Saved data entries:
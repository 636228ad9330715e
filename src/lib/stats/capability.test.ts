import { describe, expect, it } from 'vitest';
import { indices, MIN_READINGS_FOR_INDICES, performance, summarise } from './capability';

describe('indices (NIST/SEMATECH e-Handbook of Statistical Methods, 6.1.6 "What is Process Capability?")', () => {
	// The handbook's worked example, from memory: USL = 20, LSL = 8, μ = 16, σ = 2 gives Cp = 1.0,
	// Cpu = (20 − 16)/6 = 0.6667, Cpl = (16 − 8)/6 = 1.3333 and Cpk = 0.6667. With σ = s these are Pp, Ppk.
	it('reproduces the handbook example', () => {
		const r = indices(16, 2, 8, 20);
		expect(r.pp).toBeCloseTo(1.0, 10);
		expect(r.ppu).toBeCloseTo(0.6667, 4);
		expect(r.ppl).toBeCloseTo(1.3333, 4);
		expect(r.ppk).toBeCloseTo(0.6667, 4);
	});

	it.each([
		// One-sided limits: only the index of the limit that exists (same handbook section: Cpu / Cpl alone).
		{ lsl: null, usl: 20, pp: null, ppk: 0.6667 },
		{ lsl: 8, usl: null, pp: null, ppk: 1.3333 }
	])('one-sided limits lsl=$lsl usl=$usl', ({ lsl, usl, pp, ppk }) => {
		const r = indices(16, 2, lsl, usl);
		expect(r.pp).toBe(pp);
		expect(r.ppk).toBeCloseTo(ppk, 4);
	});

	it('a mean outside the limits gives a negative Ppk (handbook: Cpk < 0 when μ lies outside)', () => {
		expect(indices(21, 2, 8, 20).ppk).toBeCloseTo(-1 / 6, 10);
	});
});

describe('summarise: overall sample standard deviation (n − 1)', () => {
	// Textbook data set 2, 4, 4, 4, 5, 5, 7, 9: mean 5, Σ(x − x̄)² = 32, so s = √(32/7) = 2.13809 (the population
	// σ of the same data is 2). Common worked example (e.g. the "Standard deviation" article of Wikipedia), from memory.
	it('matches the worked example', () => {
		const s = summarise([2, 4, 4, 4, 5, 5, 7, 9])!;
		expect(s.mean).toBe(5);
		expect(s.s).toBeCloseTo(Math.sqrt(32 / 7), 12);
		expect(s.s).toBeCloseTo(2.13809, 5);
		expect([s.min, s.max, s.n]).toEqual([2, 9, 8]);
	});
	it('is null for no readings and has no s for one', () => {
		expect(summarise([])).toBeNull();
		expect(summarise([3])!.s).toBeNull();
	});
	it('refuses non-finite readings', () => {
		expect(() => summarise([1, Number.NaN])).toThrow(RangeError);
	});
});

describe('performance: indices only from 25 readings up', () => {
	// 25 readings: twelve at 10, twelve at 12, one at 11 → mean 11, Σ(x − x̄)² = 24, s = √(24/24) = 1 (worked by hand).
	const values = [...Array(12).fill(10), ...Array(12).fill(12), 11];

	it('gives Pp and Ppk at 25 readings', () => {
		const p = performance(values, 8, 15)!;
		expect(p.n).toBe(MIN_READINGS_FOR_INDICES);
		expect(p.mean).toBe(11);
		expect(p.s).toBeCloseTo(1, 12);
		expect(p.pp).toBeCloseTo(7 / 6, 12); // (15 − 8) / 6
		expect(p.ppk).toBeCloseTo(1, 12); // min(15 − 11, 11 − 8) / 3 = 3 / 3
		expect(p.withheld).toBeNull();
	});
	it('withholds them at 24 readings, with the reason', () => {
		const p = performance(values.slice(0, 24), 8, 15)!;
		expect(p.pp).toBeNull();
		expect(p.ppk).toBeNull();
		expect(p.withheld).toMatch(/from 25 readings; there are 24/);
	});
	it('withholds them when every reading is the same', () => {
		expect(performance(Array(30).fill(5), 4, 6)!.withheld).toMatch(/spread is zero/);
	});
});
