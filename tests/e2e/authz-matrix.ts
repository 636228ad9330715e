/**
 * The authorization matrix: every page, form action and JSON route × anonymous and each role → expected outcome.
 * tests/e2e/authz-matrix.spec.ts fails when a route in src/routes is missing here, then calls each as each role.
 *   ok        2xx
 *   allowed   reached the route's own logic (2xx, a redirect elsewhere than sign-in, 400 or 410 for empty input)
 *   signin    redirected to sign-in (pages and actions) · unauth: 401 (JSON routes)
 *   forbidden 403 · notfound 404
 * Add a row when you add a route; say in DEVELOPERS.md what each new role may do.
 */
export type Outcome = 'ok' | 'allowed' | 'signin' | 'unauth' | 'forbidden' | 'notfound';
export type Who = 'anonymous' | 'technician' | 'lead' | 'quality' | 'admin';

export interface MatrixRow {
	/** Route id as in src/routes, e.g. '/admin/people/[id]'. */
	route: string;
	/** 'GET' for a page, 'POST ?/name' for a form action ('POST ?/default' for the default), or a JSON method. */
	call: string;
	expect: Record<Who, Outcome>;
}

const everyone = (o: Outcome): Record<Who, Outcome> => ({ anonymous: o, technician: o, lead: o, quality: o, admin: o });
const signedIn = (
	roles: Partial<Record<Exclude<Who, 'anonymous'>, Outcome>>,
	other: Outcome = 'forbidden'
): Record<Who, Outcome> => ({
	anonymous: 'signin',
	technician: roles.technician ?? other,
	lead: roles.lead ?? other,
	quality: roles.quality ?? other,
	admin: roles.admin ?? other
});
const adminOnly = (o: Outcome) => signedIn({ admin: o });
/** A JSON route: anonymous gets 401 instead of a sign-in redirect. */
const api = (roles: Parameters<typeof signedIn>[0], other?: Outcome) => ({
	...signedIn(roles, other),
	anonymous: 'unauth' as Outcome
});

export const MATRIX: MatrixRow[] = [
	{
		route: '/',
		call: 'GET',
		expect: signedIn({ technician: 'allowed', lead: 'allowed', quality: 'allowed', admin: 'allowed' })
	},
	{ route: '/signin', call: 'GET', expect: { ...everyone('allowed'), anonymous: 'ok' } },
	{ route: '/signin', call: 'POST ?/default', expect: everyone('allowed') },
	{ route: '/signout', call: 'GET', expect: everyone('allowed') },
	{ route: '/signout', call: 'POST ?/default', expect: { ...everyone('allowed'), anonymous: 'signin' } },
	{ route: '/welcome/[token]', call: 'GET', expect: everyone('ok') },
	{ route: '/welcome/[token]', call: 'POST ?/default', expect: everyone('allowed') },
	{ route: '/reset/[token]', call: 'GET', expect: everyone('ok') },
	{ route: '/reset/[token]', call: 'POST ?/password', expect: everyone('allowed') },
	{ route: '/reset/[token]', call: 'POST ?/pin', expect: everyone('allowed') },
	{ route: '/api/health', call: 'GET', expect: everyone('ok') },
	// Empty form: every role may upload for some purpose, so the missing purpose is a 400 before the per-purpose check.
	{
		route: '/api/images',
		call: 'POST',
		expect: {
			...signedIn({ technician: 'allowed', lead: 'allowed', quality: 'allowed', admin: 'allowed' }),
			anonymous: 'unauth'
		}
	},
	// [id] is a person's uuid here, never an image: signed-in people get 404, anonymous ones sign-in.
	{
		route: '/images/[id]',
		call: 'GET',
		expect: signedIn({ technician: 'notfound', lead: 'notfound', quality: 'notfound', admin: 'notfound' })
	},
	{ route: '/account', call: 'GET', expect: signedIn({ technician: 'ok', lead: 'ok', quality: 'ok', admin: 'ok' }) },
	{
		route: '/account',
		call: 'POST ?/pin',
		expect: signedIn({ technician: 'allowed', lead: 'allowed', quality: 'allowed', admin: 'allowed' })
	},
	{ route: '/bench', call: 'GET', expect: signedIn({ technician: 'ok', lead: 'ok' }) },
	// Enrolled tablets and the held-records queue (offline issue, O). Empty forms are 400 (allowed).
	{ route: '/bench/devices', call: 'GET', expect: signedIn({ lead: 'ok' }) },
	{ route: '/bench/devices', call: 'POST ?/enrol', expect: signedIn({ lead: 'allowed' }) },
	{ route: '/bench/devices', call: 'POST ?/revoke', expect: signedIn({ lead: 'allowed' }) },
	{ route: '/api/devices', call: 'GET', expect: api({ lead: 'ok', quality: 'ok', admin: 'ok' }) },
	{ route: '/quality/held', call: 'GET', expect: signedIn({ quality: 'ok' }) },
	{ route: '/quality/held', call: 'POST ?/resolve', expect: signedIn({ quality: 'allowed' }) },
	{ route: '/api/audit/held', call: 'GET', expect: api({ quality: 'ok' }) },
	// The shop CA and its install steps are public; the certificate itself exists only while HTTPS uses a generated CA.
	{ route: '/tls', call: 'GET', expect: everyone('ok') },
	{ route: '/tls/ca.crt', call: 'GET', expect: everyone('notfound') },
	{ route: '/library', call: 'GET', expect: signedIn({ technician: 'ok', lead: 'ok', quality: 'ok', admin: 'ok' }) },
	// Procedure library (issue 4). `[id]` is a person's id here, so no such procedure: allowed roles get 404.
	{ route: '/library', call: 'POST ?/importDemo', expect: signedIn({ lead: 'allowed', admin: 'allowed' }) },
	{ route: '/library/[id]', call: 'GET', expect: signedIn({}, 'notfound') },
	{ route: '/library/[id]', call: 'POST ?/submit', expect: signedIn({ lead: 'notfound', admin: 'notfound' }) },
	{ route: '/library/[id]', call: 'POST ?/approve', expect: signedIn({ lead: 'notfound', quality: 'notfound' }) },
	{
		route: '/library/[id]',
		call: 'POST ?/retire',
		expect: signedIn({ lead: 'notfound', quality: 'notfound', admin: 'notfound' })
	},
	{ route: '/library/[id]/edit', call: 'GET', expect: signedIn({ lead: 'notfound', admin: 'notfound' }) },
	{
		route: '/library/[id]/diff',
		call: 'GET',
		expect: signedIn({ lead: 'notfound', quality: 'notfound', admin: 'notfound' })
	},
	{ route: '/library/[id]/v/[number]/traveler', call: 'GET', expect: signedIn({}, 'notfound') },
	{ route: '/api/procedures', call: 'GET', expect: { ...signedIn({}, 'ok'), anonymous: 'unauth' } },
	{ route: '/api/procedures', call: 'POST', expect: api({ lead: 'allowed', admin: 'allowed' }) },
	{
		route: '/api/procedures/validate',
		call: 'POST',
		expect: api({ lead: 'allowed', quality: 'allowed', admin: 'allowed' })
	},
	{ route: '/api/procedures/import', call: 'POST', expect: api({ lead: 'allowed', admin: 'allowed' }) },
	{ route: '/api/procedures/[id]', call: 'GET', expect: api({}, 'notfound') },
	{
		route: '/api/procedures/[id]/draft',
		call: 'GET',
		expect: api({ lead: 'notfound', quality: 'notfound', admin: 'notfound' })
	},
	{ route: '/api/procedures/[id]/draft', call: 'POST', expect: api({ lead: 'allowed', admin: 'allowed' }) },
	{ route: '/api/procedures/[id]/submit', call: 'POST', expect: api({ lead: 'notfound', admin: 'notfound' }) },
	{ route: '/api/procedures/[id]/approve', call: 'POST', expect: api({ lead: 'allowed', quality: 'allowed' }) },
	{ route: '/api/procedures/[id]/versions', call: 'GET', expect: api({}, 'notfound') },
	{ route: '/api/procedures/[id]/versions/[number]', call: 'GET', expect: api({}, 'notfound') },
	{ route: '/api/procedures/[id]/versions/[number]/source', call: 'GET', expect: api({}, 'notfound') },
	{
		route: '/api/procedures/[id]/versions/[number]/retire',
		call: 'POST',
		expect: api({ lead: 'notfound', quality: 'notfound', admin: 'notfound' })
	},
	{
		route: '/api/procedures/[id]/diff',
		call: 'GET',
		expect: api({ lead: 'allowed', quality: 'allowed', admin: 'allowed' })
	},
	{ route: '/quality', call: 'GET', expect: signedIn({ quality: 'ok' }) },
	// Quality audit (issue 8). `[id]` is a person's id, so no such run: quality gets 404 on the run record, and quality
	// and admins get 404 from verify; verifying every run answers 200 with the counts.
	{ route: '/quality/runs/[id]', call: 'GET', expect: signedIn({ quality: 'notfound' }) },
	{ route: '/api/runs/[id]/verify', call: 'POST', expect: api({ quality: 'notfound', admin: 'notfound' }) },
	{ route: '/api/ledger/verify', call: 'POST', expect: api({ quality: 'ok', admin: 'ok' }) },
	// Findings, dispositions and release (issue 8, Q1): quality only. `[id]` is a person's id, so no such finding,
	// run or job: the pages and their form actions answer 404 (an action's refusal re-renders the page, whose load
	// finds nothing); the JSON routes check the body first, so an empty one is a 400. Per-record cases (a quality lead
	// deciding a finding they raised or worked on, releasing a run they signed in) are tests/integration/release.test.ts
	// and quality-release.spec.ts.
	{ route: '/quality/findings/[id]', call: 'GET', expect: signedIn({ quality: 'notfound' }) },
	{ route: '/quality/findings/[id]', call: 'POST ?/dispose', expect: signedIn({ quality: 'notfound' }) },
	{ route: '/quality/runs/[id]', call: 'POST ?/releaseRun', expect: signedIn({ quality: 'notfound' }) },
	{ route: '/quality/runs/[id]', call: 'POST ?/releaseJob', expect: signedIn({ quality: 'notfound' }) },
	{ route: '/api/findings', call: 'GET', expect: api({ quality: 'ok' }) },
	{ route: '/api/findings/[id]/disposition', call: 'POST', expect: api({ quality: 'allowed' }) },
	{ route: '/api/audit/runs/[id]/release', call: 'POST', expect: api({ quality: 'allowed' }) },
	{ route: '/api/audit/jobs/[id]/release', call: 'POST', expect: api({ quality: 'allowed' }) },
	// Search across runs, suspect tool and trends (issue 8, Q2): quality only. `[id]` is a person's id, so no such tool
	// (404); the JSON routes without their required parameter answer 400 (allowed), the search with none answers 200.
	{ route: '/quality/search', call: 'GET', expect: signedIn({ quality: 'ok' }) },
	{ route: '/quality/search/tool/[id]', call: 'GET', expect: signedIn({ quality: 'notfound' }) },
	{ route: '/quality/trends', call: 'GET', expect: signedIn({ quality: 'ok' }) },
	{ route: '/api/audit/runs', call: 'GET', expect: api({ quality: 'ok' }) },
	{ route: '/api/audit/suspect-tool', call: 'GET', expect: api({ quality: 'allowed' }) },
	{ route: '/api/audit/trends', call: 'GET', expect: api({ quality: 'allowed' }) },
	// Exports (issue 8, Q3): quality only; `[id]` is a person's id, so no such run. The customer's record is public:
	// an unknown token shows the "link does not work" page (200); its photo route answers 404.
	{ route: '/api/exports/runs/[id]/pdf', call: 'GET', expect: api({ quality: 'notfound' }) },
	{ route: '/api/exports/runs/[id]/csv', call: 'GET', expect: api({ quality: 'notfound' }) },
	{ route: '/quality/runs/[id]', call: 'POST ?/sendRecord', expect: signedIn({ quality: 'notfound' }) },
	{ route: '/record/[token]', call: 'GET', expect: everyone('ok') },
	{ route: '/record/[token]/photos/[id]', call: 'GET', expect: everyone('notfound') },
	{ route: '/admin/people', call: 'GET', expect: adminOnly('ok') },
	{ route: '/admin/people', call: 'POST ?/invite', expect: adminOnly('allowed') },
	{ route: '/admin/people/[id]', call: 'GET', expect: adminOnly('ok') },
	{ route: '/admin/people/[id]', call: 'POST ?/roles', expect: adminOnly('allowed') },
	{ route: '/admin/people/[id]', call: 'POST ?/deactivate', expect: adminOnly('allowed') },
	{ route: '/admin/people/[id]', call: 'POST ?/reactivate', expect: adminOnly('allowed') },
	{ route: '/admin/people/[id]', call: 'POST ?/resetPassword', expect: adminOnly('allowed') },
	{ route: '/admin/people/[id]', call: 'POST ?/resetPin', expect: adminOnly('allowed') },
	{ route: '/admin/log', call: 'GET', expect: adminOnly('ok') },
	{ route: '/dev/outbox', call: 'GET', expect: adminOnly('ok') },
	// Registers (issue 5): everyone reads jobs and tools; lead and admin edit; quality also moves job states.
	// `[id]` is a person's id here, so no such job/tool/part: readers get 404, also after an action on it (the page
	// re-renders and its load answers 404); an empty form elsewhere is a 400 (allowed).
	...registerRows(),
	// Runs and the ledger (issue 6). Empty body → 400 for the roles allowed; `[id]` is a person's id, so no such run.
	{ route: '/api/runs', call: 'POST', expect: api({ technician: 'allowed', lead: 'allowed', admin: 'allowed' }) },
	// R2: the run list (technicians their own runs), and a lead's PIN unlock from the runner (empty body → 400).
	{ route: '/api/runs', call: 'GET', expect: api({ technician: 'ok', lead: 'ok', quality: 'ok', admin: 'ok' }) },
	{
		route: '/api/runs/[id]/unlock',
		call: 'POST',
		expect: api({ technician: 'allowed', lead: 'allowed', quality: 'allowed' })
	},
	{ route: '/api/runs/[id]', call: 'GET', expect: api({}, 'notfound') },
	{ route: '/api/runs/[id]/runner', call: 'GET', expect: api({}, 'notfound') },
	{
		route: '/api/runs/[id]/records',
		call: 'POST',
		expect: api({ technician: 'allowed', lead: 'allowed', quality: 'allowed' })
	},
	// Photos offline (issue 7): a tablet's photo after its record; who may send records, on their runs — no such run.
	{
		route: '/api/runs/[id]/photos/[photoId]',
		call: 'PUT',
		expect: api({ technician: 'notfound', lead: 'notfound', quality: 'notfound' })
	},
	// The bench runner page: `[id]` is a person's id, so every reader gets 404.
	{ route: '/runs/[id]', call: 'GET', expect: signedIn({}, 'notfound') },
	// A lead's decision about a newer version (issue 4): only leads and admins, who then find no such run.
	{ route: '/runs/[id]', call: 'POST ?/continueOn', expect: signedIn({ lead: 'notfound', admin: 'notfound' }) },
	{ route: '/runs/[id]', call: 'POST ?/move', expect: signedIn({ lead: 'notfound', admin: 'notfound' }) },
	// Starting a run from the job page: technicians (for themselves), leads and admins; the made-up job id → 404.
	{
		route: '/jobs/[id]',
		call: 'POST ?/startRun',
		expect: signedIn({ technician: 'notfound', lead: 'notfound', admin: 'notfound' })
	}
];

WORK REQUIRED
Print, exactly as written, the first line of the records above and each line after it until the line with "MIN_READINGS_FOR_INDICES, performance, summarise", which is printed too.

SOLUTION BELOW
repository 636228ad9330715e
filename src/lib/stats/capability.test.ts
import { describe, expect, it } from 'vitest';
import { indices, MIN_READINGS_FOR_INDICES, performance, summarise } from './capability';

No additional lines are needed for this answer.